Reproduce the whole listing below exactly.

[The records Boundary: Start]

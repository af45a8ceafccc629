/** Purchase requests: create from the forecast, move through statuses, receive as lots. */
import { z } from "zod";
import { isoDate, objectParams, rangeNumber } from "./coatings";

export const createRequestsSchema = z
  .object(
    {
      lines: z
        .array(
          z.object({ coatingId: rangeNumber({ gte: 1, integer: true }), containers: rangeNumber({ gte: 1, lte: 10_000, integer: true }, "containers") }, objectParams).strict(),
          { error: "Choose at least one coating to order." },
        )
        .min(1, "Choose at least one coating to order."),
      notes: z.string().max(1000, "At most 1000 characters.").optional(),
    },
    objectParams,
  )
  .strict();
export type CreateRequestsInput = z.infer<typeof createRequestsSchema>;

export const requestStatusSchema = z
  .object({ status: z.enum(["confirmed", "cancelled"], { error: "Choose confirmed or cancelled (receive through the receive action)." }) }, objectParams)
  .strict();

export const receiveSchema = z
  .object(
    {
      lots: z
        .array(
          z
            .object(
              {
                lineId: rangeNumber({ gte: 1, integer: true }),
                lotNumber: z.string({ error: "Enter the lot number." }).trim().min(1, "Enter the lot number.").max(60, "At most 60 characters."),
                kgReceived: rangeNumber({ gt: 0, lte: 1_000_000 }, "kg"),
                receivedDate: isoDate,
                expiryDate: isoDate.optional(),
              },
              objectParams,
            )
            .strict(),
        )
        .min(1, "Enter at least one lot."),
      confirm: z.boolean().optional(),
    },
    objectParams,
  )
  .strict();
export type ReceiveInput = z.infer<typeof receiveSchema>;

[The records Boundary: End]

| Task response |
repository af45a8ceafccc629
/** Purchase requests: create from the forecast, move through statuses, receive as lots. */
import { z } from "zod";
import { isoDate, objectParams, rangeNumber } from "./coatings";

export const createRequestsSchema = z
  .object(
    {
      lines: z
        .array(
          z.object({ coatingId: rangeNumber({ gte: 1, integer: true }), containers: rangeNumber({ gte: 1, lte: 10_000, integer: true }, "containers") }, objectParams).strict(),
          { error: "Choose at least one coating to order." },
        )
        .min(1, "Choose at least one coating to order."),
      notes: z.string().max(1000, "At most 1000 characters.").optional(),
    },
    objectParams,
  )
  .strict();
export type CreateRequestsInput = z.infer<typeof createRequestsSchema>;

export const requestStatusSchema = z
  .object({ status: z.enum(["confirmed", "cancelled"], { error: "Choose confirmed or cancelled (receive through the receive action)." }) }, objectParams)
  .strict();

export const receiveSchema = z
  .object(
    {
      lots: z
        .array(
          z
            .object(
              {
                lineId: rangeNumber({ gte: 1, integer: true }),
                lotNumber: z.string({ error: "Enter the lot number." }).trim().min(1, "Enter the lot number.").max(60, "At most 60 characters."),
                kgReceived: rangeNumber({ gt: 0, lte: 1_000_000 }, "kg"),
                receivedDate: isoDate,
                expiryDate: isoDate.optional(),
              },
              objectParams,
            )
            .strict(),
        )
        .min(1, "Enter at least one lot."),
      confirm: z.boolean().optional(),
    },
    objectParams,
  )
  .strict();
export type ReceiveInput = z.infer<typeof receiveSchema>;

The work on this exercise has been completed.